14.3   References in this Agreement to "calendar months" are to the 12 named periods (January, February and so on) into which a year is divided.

14.4   In this Agreement, general words shall not be given a restrictive interpretation by reason of being preceded or followed by words indicating a particular class of acts, matters or things.


 
















SCHEDULE 1 – SYnMatrix Technical Enhancements Customer Support (STECS)

STECS will consist of (i) reasonable telephone, e-mail or web-based support respecting the use of the Program(s) ("Customer Support"); and (ii) Program releases or corrections provided by Licensor without additional charge to STECS customers generally ("Technical Enhancements"). Customer Support will be provided by Licensor, its Affiliate or Channel Partner (as applicable). Technical Enhancements will be provided by Licensor at such times as determined solely by Licensor.

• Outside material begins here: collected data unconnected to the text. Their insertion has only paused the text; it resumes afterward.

#[test]
fn command_line_modes_and_refusals() {
    let dir = tempfile::tempdir().unwrap();
    let d = dir.path();
    let save = |name: &str, doc: &lossprism::report::ResultDoc| {
        harness::save_result(&d.join(name), doc).unwrap();
    };
    let base = run(NadarayaWatson::default(), SMALL, None);
    save("base.json", &base);
    // Same seed, a changed estimator: paired.
    save("noisy.json", &run(noisy(), SMALL, None));
    let (code, out, _) = run3(d, &["check", "noisy.json", "--baseline", "base.json"]);
    assert_eq!(code, 1, "{out}");
    assert!(
        out.starts_with("mode: paired (same seed 5, 64 replicates, 32 blocks"),
        "{out}"
    );
    assert!(
        out.contains("[paired: z > 4.622 and d > 2% of |base|]"),
        "{out}"
    );
    assert!(
        out.contains("worse  bandwidth = 0.3  expected_loss"),
        "{out}"
    );
    assert!(out.contains("paired standard errors are"), "{out}");
    // A fresh seed: unpaired at the same points (evenly spaced inputs never move).
    save(
        "fresh.json",
        &run(NadarayaWatson::default(), SMALL, Some(77)),
    );
    let (code, out, _) = run3(d, &["check", "fresh.json", "--baseline", "base.json"]);
    assert_eq!(code, 0, "{out}");
    assert!(
        out.starts_with("mode: unpaired, same evaluation points (seed 77 against 5"),
        "{out}"
    );
    assert!(out.contains("ok: "), "{out}");

    // The built-in k-NN through the binary: fresh seeds keep the points, --eval-seed moves them.
    put(d, "knn.toml", KNN);
    let fixed = KNN.replace("eval_size = 30", "eval_size = 30\ndesign = \"fixed\"");
    put(d, "fixed.toml", &fixed);
    for (args, name) in [
        (&["run", "knn.toml"][..], "k-base.json"),
        (&["run", "knn.toml", "--seed", "8"][..], "k-seed.json"),
        (
            &["run", "knn.toml", "--seed", "8", "--eval-seed", "9"][..],
            "k-eval.json",
        ),
        (&["run", "fixed.toml"][..], "f-base.json"),
        (
            &["run", "fixed.toml", "--seed", "8", "--eval-seed", "9"][..],
            "f-eval.json",
        ),
    ] {
        let mut a = args.to_vec();
        a.extend(["--quiet", "--out", name]);
        let (code, _, err) = run3(d, &a);
        assert_eq!(code, 0, "{a:?}: {err}");
    }
    let (code, out, _) = run3(d, &["check", "k-base.json", "--baseline", "k-base.json"]);
    assert_eq!(code, 0);
    assert!(out.starts_with("identical"), "{out}");
    let (code, out, _) = run3(d, &["check", "k-seed.json", "--baseline", "k-base.json"]);
    assert_eq!(code, 0, "{out}");
    assert!(
        out.starts_with("mode: unpaired, same evaluation points"),
        "{out}"
    );
    let (code, out, _) = run3(d, &["check", "k-eval.json", "--baseline", "k-base.json"]);
    assert_eq!(code, 0, "{out}");
    assert!(
        out.starts_with("mode: unpaired, different evaluation points (eval_seed 9 against 3"),
        "{out}"
    );
    // A fixed design moves with the evaluation seed: refused, saying how to compare.
    let line = assert_bad(
        &lossprism(d, &["check", "f-eval.json", "--baseline", "f-base.json"]),
        &[
            "eval_seed 9 in the result, 3 in the baseline",
            "fixed design",
            "same eval_seed",
        ],
    );
    assert!(line.starts_with("error: cannot compare:"), "{line}");

    // A baseline written before `uncertainty` existed: identical is fine, anything else is
    // refused with what to do.
    let mut old: serde_json::Value =
        serde_json::from_str(&std::fs::read_to_string(d.join("base.json")).unwrap()).unwrap();
    old.as_object_mut().unwrap().remove("uncertainty");
    std::fs::write(
        d.join("old.json"),
        serde_json::to_string_pretty(&old).unwrap(),
    )
    .unwrap();
    let (code, out, _) = run3(d, &["check", "base.json", "--baseline", "old.json"]);
    assert_eq!(code, 0, "{out}");
    assert!(out.starts_with("identical"), "{out}");
    assert_bad(
        &lossprism(d, &["check", "noisy.json", "--baseline", "old.json"]),
        &[
            "the baseline has no `uncertainty` section",
            "rerun the baseline",
            "--update",
        ],
    );

    // Thresholds: negative values are refused with a clear line (not a parser puzzle), and
    // the help shows each default once.
    assert_bad(
        &lossprism(
            d,
            &[
                "check",
                "noisy.json",
                "--baseline",
                "base.json",
                "--sigma",
                "-1",
            ],
        ),
        &["--sigma cannot be negative"],
    );
    let out = lossprism(
        d,
        &[
            "check",
            "noisy.json",
            "--baseline",
            "base.json",
            "--margin",
            "-5%",
        ],
    );
    assert_eq!(out.status.code(), Some(2));
    assert!(
        common::text(&out.stderr).contains("cannot be negative"),
        "{out:?}"
    );
    // `--margin` takes a fraction or a percentage.
    let (code, frac, _) = run3(
        d,
        &[
            "check",
            "noisy.json",
            "--baseline",
            "base.json",
            "--margin",
            "0.05",
        ],
    );
    assert_eq!(code, 1, "{frac}");
    assert!(frac.contains("d > 5% of |base|"), "{frac}");
    let (_, pct, _) = run3(
        d,
        &[
            "check",
            "noisy.json",
            "--baseline",
            "base.json",
            "--margin",
            "5%",
        ],
    );
    assert_eq!(frac, pct);
    let (code, help, _) = run3(d, &["check", "--help"]);
    assert_eq!(code, 0);
    assert_eq!(help.matches("[default: 4]").count(), 1, "{help}");
    assert_eq!(help.matches("default 4").count(), 0, "{help}");
    let (_, help, _) = run3(d, &["run", "--help"]);
    assert!(help.contains("--eval-seed"), "{help}");

    // --update creates the baseline's folders.
    let (code, out, _) = run3(
        d,
        &[
            "check",
            "k-seed.json",
            "--baseline",
            "ci/baselines/knn.json",
            "--update",
        ],
    );
    assert_eq!(code, 0, "{out}");
    assert_eq!(
        std::fs::read(d.join("ci/baselines/knn.json")).unwrap(),
        std::fs::read(d.join("k-seed.json")).unwrap()
    );
}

Installation support will be provided without charge for thirty (30) days from the Effective Date of Program. Licensor or Channel Partner will provide STECS. Except as set forth below, at the end of the then-current STECS period, STECS will automatically renew at the prior year’s STECS rate plus an increase consistent with the increase in the price of the associated Program(s) for a renewal term of a like duration. STECS will not renew if Licensee, Channel Partner, or Licensor gives prior notice of its intent to not renew. Licensee shall be deemed to have provided notice not to renew if Licensee does not issue a purchase order to Licensor or the Channel Partner for STECS prior to the expiration of the then-current STECS period. Licensor and Channel Partner shall be deemed to have provided notice not to renew if Licensor or Channel Partner does not provide a renewal Quotation for STECS prior to the expiration of the then-current STECS period. STECS that does not automatically renew but that is purchased in the same configuration within three (3) months of the expiration date of the last STECS period shall not require a new License Form to be signed for such STECS as the terms of this Agreement will be deemed to continue to apply from the new start date of such STECS. Except as specifically set forth in this Agreement, if STECS is terminated prior to the end of the term, Licensee shall not be entitled to any refund for any portion of the prepaid STECS fee.

STECS only provides Customer Support for the Software specified in the Quotation. STECS does not provide Customer Support for any Ansys software or any other third-party software.

Licensor and the Channel Partner have no obligation to provide STECS: (i) for other than the two most recent commercially available releases of each Program(s); (ii) for any Program(s) that have been altered, damaged or modified by Licensee or on Licensee’s behalf; (iii) for any applications, models or other customizations provided by Licensor or Channel Partner as part of a consulting services engagement; or (iv) for any problems caused by Licensee’s negligence or use of the Program(s) other than in accordance with the Manual and this Agreement.

If STECS on a Program license is discontinued by Licensee for more than three (3) months, Licensor shall have no obligation to permit reinstatement of STECS on such Program license. Except as otherwise agreed between the parties, Licensor’s election to permit reinstatement shall be subject to Licensor’s then-current STECS reinstatement policy.

For Named User Licenses, Customer Support will be provided to Licensee and its Affiliates at their locations specified in the Quotation.